Publications by Thiago Andrade Silva

2020

Discovering locations and habits from human mobility data

Authors
Andrade, T; Cancela, B; Gama, J;

Publication
ANNALS OF TELECOMMUNICATIONS

Abstract
Human mobility patterns are associated with many aspects of our life. With the increase of the popularity and pervasiveness of smartphones and portable devices, the Internet of Things (IoT) is turning into a permanent part of our daily routines. Positioning technologies that serve these devices such as the cellular antenna (GSM networks), global navigation satellite systems (GPS), and more recently the WiFi positioning system (WPS) provide large amounts of spatio-temporal data in a continuous way (data streams). In order to understand human behavior, the detection of important places and the movements between these places is a fundamental task. That said, the proposal of this work is a method for discovering user habits over mobility data without any a priori or external knowledge. Our approach extends a density-based clustering method for spatio-temporal data to identify meaningful places the individuals' visit. On top of that, a Gaussian mixture model (GMM) is employed over movements between the visits to automatically separate the trajectories accordingly to their key identifiers that may help describe a habit. By regrouping trajectories that look alike by day of the week, length, and starting hour, we discover the individual's habits. The evaluation of the proposed method is made over three real-world datasets. One dataset contains high-density GPS data and the others use GSM mobile phone data with 15-min sampling rate and Google Location History data with a variable sampling rate. The results show that the proposed pipeline is suitable for this task as other habits rather than just going from home to work and vice versa were found. This method can be used for understanding person behavior and creating their profiles revealing a panorama of human mobility patterns from raw mobility data.

2020

From mobility data to habits and common pathways

Authors
Andrade, T; Cancela, B; Gama, J;

Publication
EXPERT SYSTEMS

Abstract
Many aspects of our lives are associated with places and the activities we perform on a daily basis. Most of them are recurrent and demand displacement of the individual between regular places like going to work, school or other important personal locations. To accomplish these recurrent daily activities, people tend to follow regular paths with similar temporal and spatial characteristics, especially because humans are frequently looking for uniformity to support their decisions and make their actions easier or even automatic. In this work, we propose a method for discovering common pathways across users' habits from human mobility data. By using a density-based clustering algorithm, we identify the most preferable locations the users visit, we apply a Gaussian mixture model over these places to automatically separate among all traces, the trajectories that follow patterns in order to discover the representations of individual's habits. By using the longest common sub-sequence algorithm, we search for the trajectories that are more similar over the set of users' habits trips by considering the distance that pairs of users or habits share on the same path.
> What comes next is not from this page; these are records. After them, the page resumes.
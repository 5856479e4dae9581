#include "store/file_digest.hpp"

#include <fmt/format.h>
#include <openssl/evp.h>

#include <fstream>
#include <memory>

#include "core/errors.hpp"

namespace plumb::store {

std::string sha256_of_file(const std::filesystem::path& file, std::string_view field) {
  std::ifstream in(file, std::ios::binary);
  if (!in) throw InputError(fmt::format("{} \"{}\" cannot be read.", field, file.string()));
  const std::unique_ptr<EVP_MD_CTX, decltype(&EVP_MD_CTX_free)> ctx(EVP_MD_CTX_new(), &EVP_MD_CTX_free);
  if (!ctx || EVP_DigestInit_ex(ctx.get(), EVP_sha256(), nullptr) != 1)
    throw StorageError("SHA-256 initialisation failed in OpenSSL.");
  std::string block(1 << 16, '\0');
  while (in) {
    in.read(block.data(), static_cast<std::streamsize>(block.size()));
    if (in.gcount() > 0 && EVP_DigestUpdate(ctx.get(), block.data(), static_cast<std::size_t>(in.gcount())) != 1)
      throw StorageError("SHA-256 computation failed in OpenSSL.");
  }
  if (in.bad()) throw InputError(fmt::format("{} \"{}\" could not be read to the end.", field, file.string()));
  unsigned char digest[EVP_MAX_MD_SIZE];
  unsigned int len = 0;
  if (EVP_DigestFinal_ex(ctx.get(), digest, &len) != 1) throw StorageError("SHA-256 computation failed in OpenSSL.");
  std::string hex;
  for (unsigned int i = 0; i < len; ++i) hex += fmt::format("{:02x}", digest[i]);
  return hex;
}

}  // namespace plumb::store
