#pragma once
// Certificates as a list: each with its run and the events of its standing (approval, supersession,
// withdrawal), read in one query for the whole lab rather than a look-up per certificate.
#include <SQLiteCpp/Database.h>

#include <cstdint>
#include <optional>
#include <string>
#include <vector>

#include "checks/procedure.hpp"
#include "core/dates.hpp"
#include "store/records.hpp"

namespace plumb::store {

struct CertificateListRow {
  std::int64_t id = 0;
  std::string number;
  std::int64_t run_id = 0;
  std::string instrument_id;
  checks::Procedure procedure = checks::Procedure::repeatability;
  Date performed_on;
  std::string operator_name;
  std::string issued_at;  ///< UTC, ISO 8601
  std::string issued_by;
  std::optional<std::string> approved_by, approved_at;
  std::optional<std::string> superseded_at, replaced_by;  ///< replaced_by: the replacing certificate's number
  std::optional<std::string> withdrawn_at, withdrawn_reason;
};

/// What narrows the list in the query itself; the standing is judged by the caller from the events.
struct CertificateListQuery {
  std::optional<std::string> instrument_id;
  std::optional<Date> issued_from, issued_to;  ///< inclusive, on the UTC date of issue
};

/// Every certificate that matches, oldest issued first (by issue time, then id).
std::vector<CertificateListRow> list_certificates(SQLite::Database& db, const CertificateListQuery& query);

/// The certificate issued last (highest id), if any.
std::optional<CertificateRecord> last_certificate(SQLite::Database& db);

}  // namespace plumb::store
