PlumbProcess::PlumbProcess(const std::vector<std::string>& args, const std::filesystem::path& cwd,
                           const std::string& input, int stdin_fd, int stdout_fd, bool terminal)
    : cwd_(cwd) {
  // The log-in first: making a member's account runs plumb, which would replace the .stdin written below.
  const auto full = logged_in_args(args, cwd);
  std::ofstream(cwd / ".stdin", std::ios::binary) << input;
  // Everything the child needs is built before fork: after it, only async-signal-safe calls until exec.
  const std::string binary = plumb_binary().string();
  std::vector<std::string> argv_text{binary};
  argv_text.insert(argv_text.end(), full.begin(), full.end());
  std::vector<char*> argv;
  for (auto& a : argv_text) argv.push_back(a.data());
  argv.push_back(nullptr);
  std::vector<std::string> env_text;
  for (char** e = environ; *e; ++e) {
    const std::string_view entry(*e);
    if (entry.rfind("PLUMB_DB=", 0) == 0 || entry.rfind("PLUMB_LAYOUT=", 0) == 0) continue;
    if (entry.rfind("PLUMB_TEST_ONLY_FAST_PASSWORD_HASHING=", 0) == 0 || entry.rfind("XDG_STATE_HOME=", 0) == 0)
      continue;
    env_text.emplace_back(entry);
  }
  env_text.emplace_back("PLUMB_TEST_ONLY_FAST_PASSWORD_HASHING=1");
  env_text.emplace_back("XDG_STATE_HOME=" + (cwd / ".plumb-state").string());
  std::vector<char*> envp;
  for (auto& e : env_text) envp.push_back(e.data());
  envp.push_back(nullptr);
  const std::string in_path = (cwd / ".stdin").string(), out_path = (cwd / ".stdout").string(),
                    err_path = (cwd / ".stderr").string(), dir = cwd.string();
  pid_ = ::fork();
  if (pid_ < 0) throw std::runtime_error("fork failed");
  if (pid_ == 0) {
    if (terminal) {
      ::setsid();
      ::ioctl(stdin_fd, TIOCSCTTY, 0);
    }
    const int in = stdin_fd >= 0 ? stdin_fd : ::open(in_path.c_str(), O_RDONLY);
    const int out = stdout_fd >= 0 ? stdout_fd : ::open(out_path.c_str(), O_WRONLY | O_CREAT | O_TRUNC, 0600);
    const int err = ::open(err_path.c_str(), O_WRONLY | O_CREAT | O_TRUNC, 0600);
    ::dup2(in, 0);
    ::dup2(out, 1);
    ::dup2(err, 2);
    // The test's other descriptors stay with the test: a simulator's end of a pseudo-terminal held open by
    // plumb would keep plumb from ever seeing the line close.
    for (int fd = 3; fd < 1024; ++fd) ::close(fd);
    if (::chdir(dir.c_str()) != 0) ::_exit(127);
    ::execve(binary.c_str(), argv.data(), envp.data());
    ::_exit(127);
  }
}
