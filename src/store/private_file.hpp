#pragma once
// Files plumb creates for a lab's records (backups, safety copies) are readable by their owner only (or the lab's
// group: store/file_access.hpp), and a new one never replaces another that appeared meanwhile: each is created
// exclusively (O_EXCL) with mode 0600 (0660 with a lab group).
#include <filesystem>

namespace plumb::store {

/// Creates `path` empty with mode 0600; false when it exists already. StorageError for any other failure.
bool create_private_file(const std::filesystem::path& path);

/// Creates the first free one of `base`, `base-2`, `base-3`, ... empty with mode 0600 and returns its name: two
/// commands in the same second that choose the same base each get a file of their own.
std::filesystem::path create_unique_private_file(const std::filesystem::path& base);

}  // namespace plumb::store
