#include "report/certificates/status_text.hpp"

#include <fmt/format.h>

#include "report/format/text.hpp"

namespace plumb::report {
namespace {

using nlohmann::json;

std::string field(const json& j, const char* key) {
  return j.contains(key) && j[key].is_string() ? j[key].get<std::string>() : "-";
}

}  // namespace

std::string certificate_status_line(const json& status) {
  const std::string state = status.value("state", "draft");
  if (state == "withdrawn") {
    const json& w = status["withdrawn"];
    return fmt::format(
        "WITHDRAWN on {} (recorded by {}: {}). The check it certifies was voided; this certificate is "
        "no longer valid.",
        field(w, "at"), field(w, "recorded_by"), field(w, "reason"));
  }
  if (state == "superseded") {
    const json& s = status["superseded"];
    return fmt::format(
        "SUPERSEDED by certificate {} on {} (correction recorded by {}: {}). This certificate is no "
        "longer valid.",
        field(s, "by_certificate"), field(s, "at"), field(s, "recorded_by"), field(s, "reason"));
  }
  if (state == "approved") {
    const json& a = status["approval"];
    return fmt::format("APPROVED by {} on {} (\"{}\").", field(a, "by"), field(a, "at"), field(a, "meaning"));
  }
  return "DRAFT, not yet approved: not valid until someone other than the operator of the check reviews and "
         "approves it.";
}

std::string certificate_status_summary(const json& status) {
  const std::string state = status.value("state", "draft");
  if (state == "withdrawn")
    return "WITHDRAWN on " + field(status["withdrawn"], "at").substr(0, 10) + ", no longer valid";
  if (state == "superseded")
    return "SUPERSEDED by " + field(status["superseded"], "by_certificate") + ", no longer valid";
  if (state == "approved")
    return fmt::format("APPROVED by {} on {}", field(status["approval"], "by"),
                       field(status["approval"], "at").substr(0, 10));
  return "DRAFT, not approved";
}

}  // namespace plumb::report
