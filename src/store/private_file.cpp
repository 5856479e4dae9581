#include "store/private_file.hpp"

#include <fcntl.h>
#include <fmt/format.h>
#include <unistd.h>

#include <cerrno>
#include <cstring>

#include "core/errors.hpp"
#include "store/file_access.hpp"

namespace plumb::store {

bool create_private_file(const std::filesystem::path& path) {
  const int fd = ::open(path.c_str(), O_WRONLY | O_CREAT | O_EXCL | O_CLOEXEC, record_file_mode());
  if (fd < 0) {
    if (errno == EEXIST) return false;
    throw StorageError(fmt::format("cannot create \"{}\": {}.", path.string(), std::strerror(errno)));
  }
  // The umask can only take permissions away: the file has at most the mode asked for, whatever the umask.
  try {
    give_to_lab_group(fd, path.c_str());
  } catch (...) {
    ::close(fd);
    ::unlink(path.c_str());
    throw;
  }
  ::close(fd);
  return true;
}

std::filesystem::path create_unique_private_file(const std::filesystem::path& base) {
  if (create_private_file(base)) return base;
  for (int n = 2; n < 10000; ++n) {
    std::filesystem::path candidate = base.string() + "-" + std::to_string(n);
    if (create_private_file(candidate)) return candidate;
  }
  throw StorageError(fmt::format("cannot find a free name beside \"{}\".", base.string()));
}

}  // namespace plumb::store
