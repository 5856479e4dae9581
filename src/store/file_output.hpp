#pragma once
// Writing a whole output file (a certificate PDF, an HTML report, a chart): into a scratch file beside it first,
// then renamed over the name asked for, so that a write that fails half-way (a full disk, a folder that vanished)
// leaves neither a truncated file nor the scratch file behind.
#include <filesystem>
#include <string_view>

namespace plumb::store {

/// Writes `bytes` to `path` as one step. StorageError naming `what` and the path when it cannot.
void write_whole_file(const std::filesystem::path& path, std::string_view bytes, std::string_view what);

}  // namespace plumb::store
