#pragma once
// The original record of a captured run (migration 010): each line received or typed, when it arrived and
// what became of it. Written in the run's own row group, so the run's one audit record covers them.
#include <SQLiteCpp/Database.h>

#include <cstdint>
#include <optional>
#include <string>
#include <vector>

#include "store/recorder.hpp"

namespace plumb::store {

struct RawLine {
  int seq = 0;
  std::string received_at;  ///< UTC, ISO 8601 with milliseconds
  std::string source;       ///< "port" or "typed"
  std::string line;         ///< escaped as core/balance_line's escaped_line
  std::string outcome;      ///< "counted", "unstable", "not a reading", "refused"
  std::optional<int> reading_seq;
  std::string note;
};

/// Inserts the lines of run `run_id` into `group` (inside add_run's details).
void add_raw_lines(RowGroup& group, std::int64_t run_id, const std::vector<RawLine>& lines);
std::vector<RawLine> raw_lines_of(SQLite::Database& db, std::int64_t run_id);

}  // namespace plumb::store
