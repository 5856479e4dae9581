#pragma once
// An instrument's attributes over time (schema/006_lifecycle.sql): its identity (maker, model, serial number,
// asset tag), where it stands, how often it is checked and, for a balance, the policy of its weekly check.
// Registration holds the first set; each change appends a whole new set with the date it holds from, who
// changed it and why. Nothing is edited: the set in force on a date is the latest dated on or before it.
#include <SQLiteCpp/Database.h>

#include <optional>
#include <string>
#include <vector>

#include "checks/verdict.hpp"
#include "core/dates.hpp"
#include "core/units.hpp"
#include "store/recorder.hpp"
#include "store/records.hpp"

namespace plumb::store {

/// A date after every change: binding it to version_join reads the attributes in force now.
inline constexpr const char* latest_attributes_date = "9999-12-31";

/// A balance's weekly-check policy as an attribute that can change.
struct BalancePolicy {
  TolerancePolicy tolerance;
  std::optional<ExactMass> smallest_net;
  friend bool operator==(const BalancePolicy& a, const BalancePolicy& b) {
    return a.tolerance.kind == b.tolerance.kind && a.tolerance.max_bias == b.tolerance.max_bias &&
           a.tolerance.max_sd == b.tolerance.max_sd && a.tolerance.min_readings == b.tolerance.min_readings &&
           a.smallest_net == b.smallest_net;
  }
};

struct InstrumentAttributes {
  std::int64_t version_id = 0;  ///< 0: as registered
  InstrumentIdentity identity;
  std::string location;
  Interval every;
  std::optional<BalancePolicy> balance_policy;  ///< balances only
  Date effective_on;       ///< from this date on (registration: the date it entered service)
  std::string reason;      ///< why it changed ("registered" for the first set)
  std::string recorded_at, recorded_by;
};

/// The identity given at registration (kept apart because the first schema had no place for it).
void add_instrument_identity(Recorder& rec, const std::string& instrument_id, const InstrumentIdentity& identity);
/// Appends a new set of attributes for an existing instrument.
std::int64_t add_instrument_version(Recorder& rec, const std::string& instrument_id, const InstrumentAttributes& a);

/// Every set of attributes the instrument has had: registration first, then each change in the order they hold
/// (by effective date, then as recorded). Empty when the instrument does not exist.
std::vector<InstrumentAttributes> attribute_history(SQLite::Database& db, const std::string& instrument_id);
/// The set in force on `on` (the registration set when no change is dated on or before it).
std::optional<InstrumentAttributes> attributes_on(SQLite::Database& db, const std::string& instrument_id, Date on);

/// SQL that joins the set in force on the date bound to parameter ?`param` as table alias `alias` (NULL columns
/// when no change is dated on or before it): `LEFT JOIN instrument_versions alias ON alias.id = (...)`. Used by
/// the balance, pipette and status queries so that each reads the attributes in force with one join.
std::string version_join(const std::string& alias, const std::string& instrument_column, int param);

}  // namespace plumb::store
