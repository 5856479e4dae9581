#include "store/canonical_json.hpp"

#include <fmt/format.h>

#include <nlohmann/json.hpp>

namespace plumb::store {

void append_json_string(std::string& out, std::string_view text) {
  // The common case, printable ASCII, is copied in runs with '"' and '\' escaped, in one pass; anything else
  // (control characters, UTF-8) goes through nlohmann's own serializer so that both always agree.
  const std::size_t start = out.size();
  out.reserve(start + text.size() + text.size() / 4 + 2);
  out += '"';
  std::size_t from = 0;
  for (std::size_t i = 0; i < text.size(); ++i) {
    const auto u = static_cast<unsigned char>(text[i]);
    if (u >= 0x20 && u < 0x7f && u != '"' && u != '\\') continue;
    if (u < 0x20 || u >= 0x7f) {
      out.resize(start);
      out += nlohmann::json(std::string(text)).dump();
      return;
    }
    out.append(text.data() + from, i - from);
    out += '\\';
    from = i;  // the character itself is copied with the next run
  }
  out.append(text.data() + from, text.size() - from);
  out += '"';
}

void append_json_value(std::string& out, const Value& value) {
  switch (value.kind()) {
    case Value::Kind::null: out += "null"; break;
    case Value::Kind::integer: fmt::format_to(std::back_inserter(out), "{}", value.integer()); break;
    case Value::Kind::text: append_json_string(out, value.text()); break;
  }
}

}  // namespace plumb::store
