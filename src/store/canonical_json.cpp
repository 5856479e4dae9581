#include "store/canonical_json.hpp"

#include <fmt/format.h>

#include <nlohmann/json.hpp>

namespace plumb::store {

void append_json_string(std::string& out, std::string_view text) {
  // The common case, printable ASCII, is copied with '"' and '\' escaped; anything else (control
  // characters, UTF-8) goes through nlohmann's own serializer so that both always agree.
  bool plain = true;
  for (const char c : text) {
    const auto u = static_cast<unsigned char>(c);
    if (u < 0x20 || u >= 0x7f) {
      plain = false;
      break;
    }
  }
  if (!plain) {
    out += nlohmann::json(std::string(text)).dump();
    return;
  }
  out += '"';
  for (const char c : text) {
    if (c == '"' || c == '\\') out += '\\';
    out += c;
  }
  out += '"';
}

void append_json_value(std::string& out, const Value& value) {
  switch (value.kind()) {
    case Value::Kind::null: out += "null"; break;
    case Value::Kind::integer: fmt::format_to(std::back_inserter(out), "{}", value.integer()); break;
    case Value::Kind::text: append_json_string(out, value.text()); break;
  }
}

}  // namespace plumb::store
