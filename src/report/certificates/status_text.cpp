#include "report/certificates/status_text.hpp"

#include <fmt/format.h>

#include "report/format/text.hpp"

namespace plumb::report {
namespace {

using nlohmann::json;

std::string field(const json& j, const char* key) {
  return j.contains(key) && j[key].is_string() ? j[key].get<std::string>() : "-";
}

void add_wrapped(std::string& out, const std::string& text) {
  for (const auto& l : wrap(text, 78)) out += l + "\n";
}

}  // namespace

std::string certificate_status_banner(const json& status) {
  std::string out;
  const std::string state = status.value("state", "draft");
  if (state == "withdrawn") {
    const json& w = status["withdrawn"];
    add_wrapped(out, fmt::format("STATUS: WITHDRAWN on {} (recorded by {}: {}). The check it certifies was voided; "
                                 "this certificate is no longer valid.",
                                 field(w, "at"), field(w, "recorded_by"), field(w, "reason")));
  } else if (state == "superseded") {
    const json& s = status["superseded"];
    add_wrapped(out, fmt::format("STATUS: SUPERSEDED by certificate {} on {} (correction recorded by {}: {}). This "
                                 "certificate is no longer valid.",
                                 field(s, "by_certificate"), field(s, "at"), field(s, "recorded_by"), field(s, "reason")));
  } else if (state == "approved") {
    const json& a = status["approval"];
    add_wrapped(out, fmt::format("STATUS: APPROVED by {} on {} (\"{}\").", field(a, "by"), field(a, "at"),
                                 field(a, "meaning")));
  } else {
    add_wrapped(out, "STATUS: DRAFT, not yet approved: someone other than the operator of the check must review and "
                     "approve it.");
  }
  if (status.contains("replaces") && status["replaces"].is_string())
    add_wrapped(out, fmt::format("This certificate replaces certificate {}.", status["replaces"].get<std::string>()));
  return out;
}

std::string certificate_status_summary(const json& status) {
  const std::string state = status.value("state", "draft");
  if (state == "withdrawn")
    return "WITHDRAWN on " + field(status["withdrawn"], "at").substr(0, 10) + ", no longer valid";
  if (state == "superseded") return "SUPERSEDED by " + field(status["superseded"], "by_certificate") + ", no longer valid";
  if (state == "approved")
    return fmt::format("APPROVED by {} on {}", field(status["approval"], "by"),
                       field(status["approval"], "at").substr(0, 10));
  return "DRAFT, not approved";
}

std::string certificate_review_lines(const json& status) {
  std::string out = "Review and approval\n";
  const json& a = status.value("approval", json());
  if (a.is_object())
    add_wrapped(out, fmt::format("  Approved by {} on {}; meaning of the signature: \"{}\" (OS account {}).",
                                 field(a, "by"), field(a, "at"), field(a, "meaning"), field(a, "os_user")));
  else
    out += "  Not approved yet (draft).\n";
  for (const auto& sig : status.value("signatures", json::array()))
    add_wrapped(out, fmt::format("  Signed electronically by {} (user {}) at {} UTC, meaning \"{}\".", field(sig, "name"),
                                 sig.value("user_id", 0), field(sig, "at"), field(sig, "meaning")));
  if (status.value("state", "") == "withdrawn")
    add_wrapped(out, fmt::format("  Withdrawn: {}.", field(status["withdrawn"], "reason")));
  if (status.value("superseded", json()).is_object())
    add_wrapped(out, fmt::format("  Superseded by certificate {}.", field(status["superseded"], "by_certificate")));
  return out;
}

}  // namespace plumb::report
The proposed method is evaluated over two real-world GPS datasets and the results show that the approach is able to detect the most important places in a user's life, detect the routine activities and identify common routes between users that have similar habits paving the way for research techniques in carpooling, recommendation and prediction systems.

2022

What can move non-IS developers towards open and collaborative development initiatives?

Authors
Andrade, T; de Araujo, RM; Siqueira, SWM;

Publication
Braz. J. Inf. Syst.

Abstract

2024

Next Location Prediction with Time-Evolving Markov Models over Data Streams

Authors
Andrade, T; Gama, J;

Publication
Progress in Artificial Intelligence - 23rd EPIA Conference on Artificial Intelligence, EPIA 2024, Viana do Castelo, Portugal, September 3-6, 2024, Proceedings, Part III

Abstract
Various relevant aspects of our lives relate to the places we visit and our daily activities. The movement of individuals between regular places, such as work, school, or other important personal locations is getting increasing attention due to the pervasiveness of geolocation devices and the amount of data they generate. This paper presents an approach for personal location prediction using a probabilistic model and data mining techniques over mobility data streams. We extract the individuals’ locations from relevant events in a data stream to build and maintain a Markov Chain over the important places. We evaluate the method over 3 real-world datasets. The results show the usefulness of the proposal in comparison with other well-known approaches. © The Author(s), under exclusive license to Springer Nature Switzerland AG 2025.

2024

Where DoWe Go From Here? Location Prediction from Time-Evolving Markov Models

Authors
Andrade, T; Gama, J;

Publication
39TH ANNUAL ACM SYMPOSIUM ON APPLIED COMPUTING, SAC 2024

Abstract
Various relevant aspects of our lives relate to the places we visit and our daily activities. The movement of individuals between regular places, such as work, school, or other important personal locations is getting increasing attention due to the pervasiveness of geolocation devices and the amount of data they generate. This work presents an approach for location prediction using a probabilistic model and data mining techniques over mobility data streams. We evaluate the method over 5 real-world datasets. The results show the usefulness of the proposal in comparison with other-well-known approaches.

2023

Pollution Emission Patterns of Transportation in Porto, Portugal Through Network Analysis

Authors
Andrade, T; Shaji, N; Ribeiro, RP; Gama, J;

Publication
PROGRESS IN ARTIFICIAL INTELLIGENCE, EPIA 2023, PT I

Abstract
Over the past few decades, road transportation emissions have increased. Vehicles are among the most significant sources of pollutants in urban areas. As such, several studies and public policies emerged to address the issue. Estimating greenhouse emissions and air quality over space and time is crucial for human health and mitigating climate change. In this study, we demonstrate that it is feasible to utilize raw GPS data to measure regional pollution levels. By applying feature engineering techniques and using a microscopic emissions model to calculate vehicle-specific power (VSP) and various specific pollutants, we identify areas with higher emission levels attributable to a fleet of taxis in Porto, Portugal. Additionally, we conduct network analysis to uncover correlations between emission levels and the structural characteristics of the transportation network. These findings can potentially identify emission clusters based on the network's connectivity and contribute to developing an emission inventory for an urban city like Porto.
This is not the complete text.